Idéologiquement les gauchistes sont restés des porteurs de valises complices de criminels, certes sans armes, mais de manière feutrée, insinuante, dans l'entreprise, les municipalités, les manifs. Ils méritent bien d'être taxés d'islamo-gauchisme. Ils tolèrent au nom d'une liberté qui n'en est pas une ce carnaval d'un mode de vie qui rabaisse la femme, en fait l'otage de l'homme, en plus lui fixant des règles de conduite invraisemblables d'une bigoterie du temps de l'obscurité médiévale (par exemple la femme voilée qui se promène seule n'a pas le droit de converser avec un homme)4. Ces obligations de comportements, sous surveillance des imams, sont normales pour les politiciens gauchistes surtout depuis que dans les banlieues PCF et PS au service de communautés musulmanes poussent et même embarquent en autobus les croyants pour les faire s'inscrire sur les listes électorales. De la fin des années 1950 au début des années 1970, anarchistes et gauchistes se faisaient un plaisir de « bouffer du curé », ces arriérés, exploiteurs du peuple, maintenant pédophiles avérés. Les imams, tout autant parasites sociaux que les curés, méritent par contre de ne pas être blasphémés parce qu'ils seraient des cannes pour les pauvres. Leur tiers-mondisme a mué en politique de charité pour les otages de l'islamisme sans que pour autant ils aident au quotidien la majorité des prolétaires musulmans, c'est pour la façade... électorale ; une fois les lampions éteints ils renouent avec leur quartier bobo et leur antiracisme de bistrot. Cette tactique démagogique à l'égard des musulmans ne date pas de la journée d'hier mais d'une leçon de Mitterrand premier qui avait manipulé, avec Harlem Désir et Dray, une campagne de séduction où il fût dit que le vote des beurs lui était acquis « contre la droite raciste ».

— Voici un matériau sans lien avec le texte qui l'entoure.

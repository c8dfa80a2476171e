//! A measured noise of the instrument: an Allan deviation table (`[noise.allan]`) or a recorded
//! zero-signal series in a CSV file (`[noise.record]`), and the fit of the four power-law terms
//! to it (physics::power_law). A record is refused when it is too short, unevenly sampled
//! beyond a tolerance, or holds a value that is not a finite number; the message names the file,
//! the row and the column.

use super::noise::MeasuredNoise;
use super::table::{Entry, Table};
use crate::error::{InputError, Location};
use crate::physics::power_law::{fit_allan, record_dof};
use crate::stats::allan::{
    AllanPoint, confidence_interval, equivalent_dof, overlapping_deviations,
};
use crate::units::{Dimension, parse_quantity, parse_unit};
use std::io::Read;
use std::path::Path;
use toml::de::DeValue;

/// Fewest values a record must hold: three octaves of tau with at least eight terms each.
pub const MIN_RECORD_VALUES: usize = 64;
/// Largest record file read (a guard against feeding in a wrong file).
pub const MAX_RECORD_BYTES: u64 = 64 * 1024 * 1024;
/// How far one sampling interval may differ from the mean interval (relative).
pub const SAMPLING_TOLERANCE: f64 = 1e-3;
/// Probability of the intervals drawn around measured Allan deviations (one sigma).
pub const ALLAN_INTERVAL: f64 = 0.682_689_492_137_086;
/// Degrees of freedom assumed for each point of an Allan deviation table (only their ratio
/// weighs the fit, so the value sets no level).
const TABLE_DOF: f64 = 10.0;

const ALLAN_EXAMPLE: &str =
    "[noise.allan]\ntau = [1, 10, 100]\ndeviation = [\"14 nN\", \"4.5 nN\", \"1.6 nN\"]";
const RECORD_EXAMPLE: &str =
    "[noise.record]\nfile = \"zero.csv\"\ntime = \"t\"\nvalue = \"reading\"\nunit = \"ug\"";

/// A force (or, through `g`, a mass) written as a number in N or a string with a unit.
fn force_value(
    item: &toml::Spanned<DeValue<'_>>,
    e: &Entry<'_, '_>,
    g: f64,
) -> Result<f64, InputError> {
    let v = match item.get_ref() {
        DeValue::String(s) => {
            let q = parse_quantity(s).map_err(|err| {
                e.error(
                    format!("cannot read {:?}: {err}", s.as_ref()),
                    ALLAN_EXAMPLE,
                )
            })?;
            match q.unit.map(|u| u.dimension) {
                Some(d) if d == Dimension::FORCE => q.si,
                Some(d) if d == Dimension::MASS => q.si * g,
                None => q.si,
                Some(d) => {
                    return Err(e.error(
                        format!("{:?} is {}, not a force or a mass", s.as_ref(), d.kind()),
                        ALLAN_EXAMPLE,
                    ));
                }
            }
        }
        DeValue::Integer(_) | DeValue::Float(_) => {
            super::table::number_value(item, &e.path, e.src, ALLAN_EXAMPLE)?
        }
        _ => return Err(e.error("expected a force such as \"4.5 nN\"", ALLAN_EXAMPLE)),
    };
    if !(v > 0.0 && v.is_finite()) {
        return Err(e.error(
            format!("an Allan deviation must be greater than 0 (got {v})"),
            ALLAN_EXAMPLE,
        ));
    }
    Ok(v)
}

fn time_value(item: &toml::Spanned<DeValue<'_>>, e: &Entry<'_, '_>) -> Result<f64, InputError> {
    let v = match item.get_ref() {
        DeValue::String(s) => {
            let q = parse_quantity(s).map_err(|err| {
                e.error(
                    format!("cannot read {:?}: {err}", s.as_ref()),
                    ALLAN_EXAMPLE,
                )
            })?;
            if let Some(u) = q.unit
                && u.dimension != Dimension::TIME
            {
                return Err(e.error(format!("{:?} is not a time", s.as_ref()), ALLAN_EXAMPLE));
            }
            q.si
        }
        _ => super::table::number_value(item, &e.path, e.src, ALLAN_EXAMPLE)?,
    };
    if !(v > 0.0 && v.is_finite()) {
        return Err(e.error(
            format!("an averaging time must be greater than 0 (got {v})"),
            ALLAN_EXAMPLE,
        ));
    }
    Ok(v)
}

/// `[noise.allan]`: `tau` and `deviation`, as long as each other, at least three points, tau
/// increasing.
pub(crate) fn allan_table(t: &Table<'_, '_>, g: f64) -> Result<MeasuredNoise, InputError> {
    t.check_keys(&["tau", "deviation"], ALLAN_EXAMPLE)?;
    let te = t.require("tau", ALLAN_EXAMPLE)?;
    let de = t.require("deviation", ALLAN_EXAMPLE)?;
    let taus = te
        .array(ALLAN_EXAMPLE)?
        .iter()
        .map(|v| time_value(v, &te))
        .collect::<Result<Vec<_>, _>>()?;
    let devs = de
        .array(ALLAN_EXAMPLE)?
        .iter()
        .map(|v| force_value(v, &de, g))
        .collect::<Result<Vec<_>, _>>()?;
    if taus.len() != devs.len() {
        return Err(de.error(
            format!(
                "`tau` has {} values and `deviation` {}: give one deviation per tau",
                taus.len(),
                devs.len()
            ),
            ALLAN_EXAMPLE,
        ));
    }
    if taus.len() < 3 {
        return Err(te.error(
            "a fit of the noise terms needs at least 3 points",
            ALLAN_EXAMPLE,
        ));
    }
    if taus.windows(2).any(|w| w[1] <= w[0]) {
        return Err(te.error(
            "`tau` must increase from one point to the next",
            ALLAN_EXAMPLE,
        ));
    }
    let points: Vec<AllanPoint> = taus
        .iter()
        .zip(&devs)
        .map(|(tau, dev)| AllanPoint {
            tau: *tau,
            factor: 1,
            deviation: *dev,
            terms: 0,
        })
        .collect();
    let fit = fit_allan(&points, &|_, _| TABLE_DOF).ok_or_else(|| {
        t.error(
            "the four noise terms cannot be fitted to this table",
            ALLAN_EXAMPLE,
        )
    })?;
    Ok(MeasuredNoise {
        source: format!(
            "Allan deviation table of {} points ([noise.allan])",
            points.len()
        ),
        points: points.iter().map(|p| (p.tau, p.deviation, None)).collect(),
        fit,
    })
}

/// An error at a row of the record file, pointing at the line.
fn row_error(file: &str, line: u64, text: &str, column: &str, message: String) -> InputError {
    InputError {
        file: file.to_string(),
        location: Some(Box::new(Location {
            line: line as usize,
            column: 1,
            source_line: text.to_string(),
            width: text.chars().count().clamp(1, 80),
        })),
        key: Some(column.to_string()),
        message,
        example: Some(
            "t,reading\n0,0.12\n1,0.09\n2,0.11   (evenly spaced times, numbers only)".into(),
        ),
    }
}

/// `[noise.record]`: `file` (relative to the scenario), the `time` and `value` columns by name,
/// the `unit` of the values (a force, or a mass read through `g`), optionally `time_unit`
/// (default s). The overlapping Allan deviation at every octave, with 68.3 % chi-squared
/// intervals (NIST SP 1065 5.3), and the fit.
pub(crate) fn recorded_series(
    scenario: &str,
    t: &Table<'_, '_>,
    g: f64,
) -> Result<MeasuredNoise, InputError> {
    t.check_keys(
        &["file", "time", "value", "unit", "time_unit"],
        RECORD_EXAMPLE,
    )?;
    let fe = t.require("file", RECORD_EXAMPLE)?;
    let name = fe.string(RECORD_EXAMPLE)?;
    let time_col = t.require("time", RECORD_EXAMPLE)?.string(RECORD_EXAMPLE)?;
    let value_col = t.require("value", RECORD_EXAMPLE)?.string(RECORD_EXAMPLE)?;
    let ue = t.require("unit", RECORD_EXAMPLE)?;
    let unit_text = ue.string("unit = \"ug\"   or   \"nN\"")?;
    let unit = parse_unit(unit_text).map_err(|err| {
        ue.error(
            format!("cannot read unit {unit_text:?}: {err}"),
            "unit = \"ug\"",
        )
    })?;
    let value_factor = match unit.dimension {
        d if d == Dimension::FORCE => unit.factor,
        d if d == Dimension::MASS => unit.factor * g,
        d => {
            return Err(ue.error(
                format!(
                    "the record's values must be a force or a mass, not {}",
                    d.kind()
                ),
                "unit = \"ug\"   or   \"nN\"",
            ));
        }
    };
    let time_factor = match t.get("time_unit") {
        None => 1.0,
        Some(e) => {
            let text = e.string("time_unit = \"s\"")?;
            match parse_unit(text) {
                Ok(u) if u.dimension == Dimension::TIME => u.factor,
                _ => {
                    return Err(e.error(
                        format!("{text:?} is not a unit of time"),
                        "time_unit = \"s\"",
                    ));
                }
            }
        }
    };
    let base = Path::new(scenario).parent().unwrap_or(Path::new(""));
    let path = base.join(name);
    let shown = path.display().to_string();
    let file = std::fs::File::open(&path).map_err(|err| {
        fe.error(
            format!("cannot read the record {shown}: {err}"),
            RECORD_EXAMPLE,
        )
    })?;
    let mut bytes = Vec::new();
    file.take(MAX_RECORD_BYTES + 1)
        .read_to_end(&mut bytes)
        .map_err(|err| {
            fe.error(
                format!("cannot read the record {shown}: {err}"),
                RECORD_EXAMPLE,
            )
        })?;
    if bytes.len() as u64 > MAX_RECORD_BYTES {
        return Err(fe.error(
            format!("the record {shown} is larger than {MAX_RECORD_BYTES} bytes; thin it or give its Allan deviation in [noise.allan]"),
            RECORD_EXAMPLE,
        ));
    }
    let mut reader = csv::ReaderBuilder::new()
        .has_headers(true)
        .trim(csv::Trim::All)
        .from_reader(bytes.as_slice());
    let headers = reader
        .headers()
        .map_err(|err| InputError::file(&shown, format!("cannot read the header line: {err}")))?
        .clone();
    let find = |col: &str, key: &str| {
        headers.iter().position(|h| h == col).ok_or_else(|| {
            t.get(key).map_or_else(
                || t.error("", ""),
                |e| {
                    e.error(
                        format!(
                            "{shown} has no column `{col}` (its columns: {})",
                            headers.iter().collect::<Vec<_>>().join(", ")
                        ),
                        RECORD_EXAMPLE,
                    )
                },
            )
        })
    };
    let (ti, vi) = (find(time_col, "time")?, find(value_col, "value")?);
    let text_lines: Vec<&str> = std::str::from_utf8(&bytes).unwrap_or("").lines().collect();
    let line_text = |line: u64| text_lines.get(line as usize - 1).copied().unwrap_or("");
    let mut times = Vec::new();
    let mut values = Vec::new();
    for record in reader.records() {
        let record = record.map_err(|err| InputError::file(&shown, format!("{err}")))?;
        let line = record.position().map_or(0, |p| p.line());
        let cell = |i: usize, col: &str, factor: f64| -> Result<f64, InputError> {
            let text = record.get(i).unwrap_or("");
            match text.parse::<f64>() {
                Ok(x) if x.is_finite() => Ok(x * factor),
                Ok(x) => Err(row_error(
                    &shown,
                    line,
                    line_text(line),
                    col,
                    format!("row {line}: `{col}` is {x}, not a finite number"),
                )),
                Err(_) => Err(row_error(
                    &shown,
                    line,
                    line_text(line),
                    col,
                    format!("row {line}: `{col}` is {text:?}, not a number"),
                )),
            }
        };
        times.push((cell(ti, time_col, time_factor)?, line));
        values.push(cell(vi, value_col, value_factor)?);
    }
    if values.len() < MIN_RECORD_VALUES {
        return Err(fe.error(
            format!("the record {shown} has {} values; an Allan deviation over three octaves needs at least {MIN_RECORD_VALUES}", values.len()),
            RECORD_EXAMPLE,
        ));
    }
    // The nominal step is the median step, so that one gap stands out against it.
    let mut steps: Vec<f64> = times.windows(2).map(|w| w[1].0 - w[0].0).collect();
    steps.sort_by(f64::total_cmp);
    let dt = steps[steps.len() / 2];
    for w in times.windows(2) {
        let step = w[1].0 - w[0].0;
        if step <= 0.0 {
            return Err(row_error(
                &shown,
                w[1].1,
                line_text(w[1].1),
                time_col,
                format!(
                    "row {}: the time does not increase ({} after {})",
                    w[1].1, w[1].0, w[0].0
                ),
            ));
        }
        if (step - dt).abs() > SAMPLING_TOLERANCE * dt {
            return Err(row_error(
                &shown,
                w[1].1,
                line_text(w[1].1),
                time_col,
                format!(
                    "row {}: a step of {step} s where the record's usual step is {dt} s (a gap, or uneven sampling beyond {} %); the Allan deviation needs evenly spaced values",
                    w[1].1,
                    100.0 * SAMPLING_TOLERANCE
                ),
            ));
        }
    }
    let points = overlapping_deviations(&values, dt);
    let dof = record_dof(values.len());
    let fit = fit_allan(&points, &dof).ok_or_else(|| {
        fe.error(
            format!(
                "the four noise terms cannot be fitted to the record {shown} (is it constant?)"
            ),
            RECORD_EXAMPLE,
        )
    })?;
    let with_intervals = points
        .iter()
        .map(|p| {
            let edf = equivalent_dof(fit.model.dominant(p.tau), values.len() + 1, p.factor);
            (
                p.tau,
                p.deviation,
                Some(confidence_interval(p.deviation, edf, ALLAN_INTERVAL)),
            )
        })
        .collect();
    Ok(MeasuredNoise {
        source: format!("record {shown}: {} values every {} s", values.len(), dt),
        points: with_intervals,
        fit,
    })
}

Et en effet, en faisant ami-ami avec les cliques et politiciens musulmans, plus de cinq années après ces remarques du journaliste, c'est un Zemmour qui se charge de cette tâche à sa manière « pas très catholique » mais cathodique ; avec évidemment un anti-internationalisme, caché sous le rejet de l'Europe, et typique des pires bardes de l'extrême droite. Sa solution est ridiculement « versaillaise » puisqu'il prône, comme au moment de la Restauration de 1830 – et il l'a dit carrément face aux bigots réunis à Versailles - l'alliance entre la bourgeoisie et les gilets jaunes ! Franchement appeler à une révolution « patriotique » (remugle puant de 1914)par une alliance entre la droite bourgeoise et ce qu'il reste des ploucs gilets jaunes, sur le simple rejet des immigrés, c'est se moquer non seulement du peuple français mais surtout du prolétariat ; rappelons que les gilets jaunes de base furent surtout égarés et trimbalés par des boutiquiers forts en gueule et que les retraités présents, même anciens ouvriers, confirmaient être ficelés dans la mentalité de rebellocrates petits bourgeois hors de la production, et sans autre projet politique que les habituelles mièvreries démocratiques. En deuxième lieu, cette faconde de l'histrion de bénir ces deux entités est franchement ignoble : aux bourgeois je promets de les aider à réussir la solution « libérale » des privations à l'encontre des prolétaires (dont la retraite repoussée à 67 ans) et, aux hétéroclites ploucs de la révolte éphémère contre le racket pétrolier, je montre du doigt les responsables, non pas l'Etat capitaliste mais les immigrés en général « profiteurs » du système de couverture sociale française. Même si je conchie la bien pensance de dénoncer tout contradicteur comme fâchiste, on pense tout de même au dictateur à petite moustache qui offrit à sa bourgeoisie la guerre mondiale dont elle rêvait et comme pitance à la classe ouvrière l'antisémitisme.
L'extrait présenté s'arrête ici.